C LOGICAL OUTPUT UNIT IS ASSUMED TO BE NUMBER 6.
C
DATA NREAD,NWRITE /5,6/
C
DATA A(1),A(2),A(3),A(4),A(5),A(6),A(7),A(8),A(9),A(10),A(11),
* A(12),A(13),A(14)
* /.FALSE.,.FALSE.,.FALSE.,.TRUE.,.FALSE.,.FALSE.,.FALSE.,
* .TRUE.,.FALSE.,.FALSE.,.FALSE.,.FALSE.,.TRUE.,.FALSE./
DATA CP,ONE /1.23D-1,1.0D0/
LDFJAC = 10
10 CONTINUE
READ (NREAD,60) NPROB,N
IF (NPROB .LE. 0) GO TO 40
CALL INITPT(N,X1,NPROB,ONE)
DO 20 I = 1, N
X1(I) = X1(I) + CP
CP = -CP
20 CONTINUE
WRITE (NWRITE,70) NPROB,N,A(NPROB)
MODE = 1
CALL CHKDER(N,N,X1,FVEC1,FJAC,LDFJAC,X2,FVEC2,MODE,ERR)
MODE = 2
CALL VECFCN(N,X1,FVEC1,NPROB)
CALL ERRJAC(N,X1,FJAC,LDFJAC,NPROB)
CALL VECFCN(N,X2,FVEC2,NPROB)
CALL CHKDER(N,N,X1,FVEC1,FJAC,LDFJAC,X2,FVEC2,MODE,ERR)
ERRMIN(NPROB) = ERR(1)
ERRMAX(NPROB) = ERR(1)
DO 30 I = 1, N
DIFF(I) = FVEC2(I) - FVEC1(I)
IF (ERRMIN(NPROB) .GT. ERR(I)) ERRMIN(NPROB) = ERR(I)
IF (ERRMAX(NPROB) .LT. ERR(I)) ERRMAX(NPROB) = ERR(I)
30 CONTINUE
NP(NPROB) = NPROB
LNP = NPROB
NA(NPROB) = N
WRITE (NWRITE,80) (FVEC1(I), I = 1, N)
WRITE (NWRITE,90) (DIFF(I), I = 1, N)
WRITE (NWRITE,100) (ERR(I), I = 1, N)
GO TO 10
40 CONTINUE
WRITE (NWRITE,110) LNP
WRITE (NWRITE,120)
DO 50 I = 1, LNP
WRITE (NWRITE,130) NP(I),NA(I),A(I),ERRMIN(I),ERRMAX(I)
50 CONTINUE
STOP
60 FORMAT (2I5)
70 FORMAT ( /// 5X, 8H PROBLEM, I5, 5X, 15H WITH DIMENSION, I5, 2X,
* 5H IS , L1)
80 FORMAT ( // 5X, 25H FIRST FUNCTION VECTOR // (5X, 5D15.7))
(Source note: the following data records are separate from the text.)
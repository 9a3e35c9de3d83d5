package main

import (
	"os"
	"path/filepath"
	"strings"

	"ebbline/pva"
	"ebbline/reports"
	"ebbline/reports/tidy"
	"ebbline/reports/workbook"
)

// outputs are the files a command writes.
type outputs struct {
	book, json, csv, figures string
	quiet, force             bool
}

func (o *outputs) addFlags(f flagSet) {
	f.StringVar(&o.book, "out", "", "write the report workbook to `FILE.xlsx` (default: beside the case)")
	f.StringVar(&o.json, "json", "", "write the result as JSON to `FILE` (- is standard output)")
	f.StringVar(&o.csv, "csv", "", "write CSV tables into the folder `DIR`")
	f.StringVar(&o.figures, "figures", "", "draw the report's charts as PNG and SVG into the folder `DIR`")
	f.BoolVar(&o.quiet, "quiet", false, "print nothing but errors")
	f.BoolVar(&o.force, "force", false, "overwrite files that are not this case's own report")
}

type flagSet interface {
	StringVar(p *string, name, value, usage string)
	BoolVar(p *bool, name string, value bool, usage string)
}

// check makes sure, before anything runs, that every file can be written and
// that none is lost.
func (o *outputs) check(book string, c *pva.Case, name string) error {
	if !strings.EqualFold(filepath.Ext(book), ".xlsx") {
		return badInputf("%s: the report is a workbook; name it with .xlsx", book)
	}
	if sameFile(book, name) {
		return badInputf("%s is the case itself; name the report with --out FILE.xlsx", book)
	}
	if err := reports.CheckTarget(book, reports.TitleOf(c, name), o.force); err != nil {
		return badInput{err}
	}
	if err := o.checkFigures(); err != nil {
		return err
	}
	if o.json != "" && o.json != "-" {
		if err := o.fresh(o.json); err != nil {
			return err
		}
	}
	if o.csv != "" {
		for _, f := range csvFiles {
			if err := o.fresh(filepath.Join(o.csv, f)); err != nil {
				return err
			}
		}
	}
	return nil
}

// fresh refuses to overwrite a file without --force.
func (o *outputs) fresh(path string) error {
	if o.force {
		return nil
	}
	if _, err := os.Stat(path); err == nil {
		return badInputf("%s exists; use --force to replace it", path)
	}
	return nil
}

var csvFiles = []string{"years.csv", "inputs.csv"}

// write writes the workbook, then JSON and CSV, each whole or not at all.
func (o *outputs) write(a *app, r *reports.Report, result *pva.Assessment, book string) error {
	data, err := workbook.Bytes(r)
	if err != nil {
		return err
	}
	if err := reports.Save(book, data); err != nil {
		return err
	}
	if err := o.writeFigures(r); err != nil {
		return err
	}
	if o.json != "" {
		doc, err := tidy.JSON(result, pva.Version, "assess")
		if err != nil {
			return err
		}
		if o.json == "-" {
			if _, err := a.out.Write(doc); err != nil {
				return err
			}
		} else if err := reports.Save(o.json, doc); err != nil {
			return err
		}
	}
	if o.csv == "" {
		return nil
	}
	if err := os.MkdirAll(o.csv, 0o777); err != nil {
		return plainPathError(err)
	}
	years, err := tidy.Years(result)
	if err != nil {
		return err
	}
	inputs, err := tidy.Inputs(reports.InputsTable(result.Case))
	if err != nil {
		return err
	}
	if err := reports.Save(filepath.Join(o.csv, "years.csv"), years); err != nil {
		return err
	}
	return reports.Save(filepath.Join(o.csv, "inputs.csv"), inputs)
}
90 FORMAT ( // 5X, 27H FUNCTION DIFFERENCE VECTOR // (5X, 5D15.7))
100 FORMAT ( // 5X, 13H ERROR VECTOR // (5X, 5D15.7))
110 FORMAT (12H1SUMMARY OF , I3, 16H TESTS OF CHKDER /)
120 FORMAT (46H NPROB N STATUS ERRMIN ERRMAX /)
130 FORMAT (I4, I6, 6X, L1, 3X, 2D15.7)
C
C LAST CARD OF DERIVATIVE CHECK TEST DRIVER.
C
END
SUBROUTINE ERRJAC(N,X,FJAC,LDFJAC,NPROB)
INTEGER N,LDFJAC,NPROB
DOUBLE PRECISION X(N),FJAC(LDFJAC,N)
C **********
C
C SUBROUTINE ERRJAC
C
C THIS SUBROUTINE IS DERIVED FROM VECJAC WHICH DEFINES THE
C JACOBIAN MATRICES OF FOURTEEN TEST FUNCTIONS. THE PROBLEM
C DIMENSIONS ARE AS DESCRIBED IN THE PROLOGUE COMMENTS OF VECFCN.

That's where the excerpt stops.